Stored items
....
// Clockwise and counter-clockwise polygons (outer and hole in all four
// combinations) give identical regions.
func TestOrientationIndependent(t *testing.T) {
	zs := []float64{0, 2, 4}
	g, err := volume.NewUniform([3]int{50, 50, 8}, [3]float64{-24.3, -24.1, -1.2}, [3]float64{1, 1, 1}, volume.Identity)
	if err != nil {
		t.Fatal(err)
	}
	sph := phantom.Sphere{Centre: [3]float64{0.2, 0.1, 2}, Radius: 20}
	outer, _ := sph.Contours(zs, 48)
	hole, _ := phantom.Sphere{Centre: [3]float64{3.3, -1.7, 2}, Radius: 9}.Contours(zs, 40)
	var regs []*Region
	for _, flip := range [][2]bool{{false, false}, {true, false}, {false, true}, {true, true}} {
		r := structure.ROI{Name: "ring"}
		for q := range outer {
			o, h := outer[q], hole[q]
			if flip[0] {
				o = reversed(o)
			}
			if flip[1] {
				h = reversed(h)
			}
			r.Contours = append(r.Contours, o, h)
		}
		regs = append(regs, mustRasterise(t, g, &r, Options{}))
	}
	for q := 1; q < len(regs); q++ {
		iq, fq := coverLists(regs[q])
		i0, f0 := coverLists(regs[0])
		if !slices.Equal(centreList(regs[q]), centreList(regs[0])) || !slices.Equal(iq, i0) || !slices.Equal(fq, f0) {
			t.Errorf("orientation case %d gives a different region from the all-counter-clockwise case", q)
		}
	}
	if regs[0].Centres.Len() == 0 {
		t.Fatal("empty region")
	}
}

// Self-touching polygons: two squares drawn as one polygon meeting at a
// corner, and a keyhole contour (outer square, slit, inner hole traversed
// the other way, back along the slit).
func TestSelfTouching(t *testing.T) {
	zs := []float64{0, 1, 2}
	g := unitGrid(t, 40, 40, zs)
	bow := onPlanes(zs, func(z float64) []structure.Contour {
		return []structure.Contour{{Type: structure.ClosedPlanar, Points: [][3]float64{
			{0, 0, z}, {10, 0, z}, {10, 10, z}, {20, 10, z}, {20, 20, z}, {10, 20, z}, {10, 10, z}, {0, 10, z},
		}}}
	})
	reg := mustRasterise(t, g, &bow, Options{})
	if n := frameCount(g, reg, 1); n != 200 {
		t.Errorf("corner-touching squares: %d centre voxels, want 200", n)
	}
	if v := reg.VolumeCC() * 1000; math.Abs(v-600) > 1e-9 {
		t.Errorf("corner-touching squares: volume %g mm³, want 200 mm² × 3 mm", v)
	}
	key := onPlanes(zs, func(z float64) []structure.Contour {
		return []structure.Contour{{Type: structure.ClosedPlanar, Points: [][3]float64{
			{0, 0, z}, {30, 0, z}, {30, 30, z}, {15, 30, z}, {15, 20, z}, {20, 20, z}, {20, 10, z},
			{10, 10, z}, {10, 20, z}, {15, 20, z}, {15, 30, z}, {0, 30, z},
		}}}
	})
	reg = mustRasterise(t, g, &key, Options{})
	if n := frameCount(g, reg, 1); n != 800 {
		t.Errorf("keyhole: %d centre voxels, want 900 − 100 = 800", n)
	}
	if insideAt(g, reg, 15, 15, 1) || !insideAt(g, reg, 14, 25, 1) || !insideAt(g, reg, 15, 25, 1) {
		t.Error("keyhole: wrong inside/outside in the hole or beside the slit")
	}
	if math.Abs(reg.ContourCC*1000-2400) > 1e-9 {
		t.Errorf("keyhole: contoured volume %g mm³, want 800 mm² × 3 mm", reg.ContourCC*1000)
	}
}

// The z rule: frames beyond half a plane spacing past the last (first)
// plane are outside; a frame half covered gets fraction 1/2; a frame
// between planes takes the nearer plane.
func TestPlaneRule(t *testing.T) {
	// Planes at 0, 2, 4 (spacing 2): the ROI spans [−1, 5).
	frames := []float64{-3, -2, -1, 0, 1, 2, 3, 4, 5, 6, 7}
	g := unitGrid(t, 20, 20, frames)
	r := onPlanes([]float64{0, 2, 4}, func(z float64) []structure.Contour {
		return []structure.Contour{square(2, 2, 12, 12, z)}
	})
	reg := mustRasterise(t, g, &r, Options{})
	for k, z := range frames {
		want := 0
		if z >= -1 && z < 5 {
			want = 100
		}
		if n := frameCount(g, reg, k); n != want {
			t.Errorf("frame at z = %g: %d centre voxels, want %d", z, n, want)
		}
	}
	// Fractions of the voxel (5, 5): frame −1 spans [−1.5, −0.5], half in;
	// frame 5 spans [4.5, 5.5], half in; frame −2 and 6 out.
	frac := func(k int) float64 {
		idx, fr := coverLists(reg)
		q, ok := slices.BinarySearch(idx, int32(g.Index(5, 5, k)))
		if !ok {
			return 0
		}
		return float64(fr[q])
	}
	for k, want := range map[int]float64{1: 0, 2: 0.5, 3: 1, 7: 1, 8: 0.5, 9: 0} {
		if f := frac(k); f != want {
			t.Errorf("frame at z = %g: fraction %g, want %g", frames[k], f, want)
		}
	}
	if v := reg.VolumeCC() * 1000; math.Abs(v-600) > 1e-9 {
		t.Errorf("volume %g mm³, want 100 mm² × 6 mm", v)
	}

	// Nearer plane: planes at 0 (small square) and 4 (large square); frames
	// at 1.3 and 2.7 (non-uniform offsets) take the plane at 0 and at 4.
	fz := []float64{-0.7, 1.3, 2.7, 4.1}
	g = unitGrid(t, 30, 30, fz)
	r = structure.ROI{Name: "two planes", Contours: []structure.Contour{square(2, 2, 6, 6, 0), square(2, 2, 22, 22, 4)}}
	reg = mustRasterise(t, g, &r, Options{})
	for k, want := range []int{16, 16, 400, 400} {
		if n := frameCount(g, reg, k); n != want {
			t.Errorf("frame at z = %g: %d centre voxels, want %d", fz[k], n, want)
		}
	}
}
....
> How to complete this task: Only the lines that contain the string "range" should be copied from the entries above.

> Response box:
	for _, flip := range [][2]bool{{false, false}, {true, false}, {false, true}, {true, true}} {
		for q := range outer {
	for k, z := range frames {
	for k, want := range map[int]float64{1: 0, 2: 0.5, 3: 1, 7: 1, 8: 0.5, 9: 0} {
	for k, want := range []int{16, 16, 400, 400} {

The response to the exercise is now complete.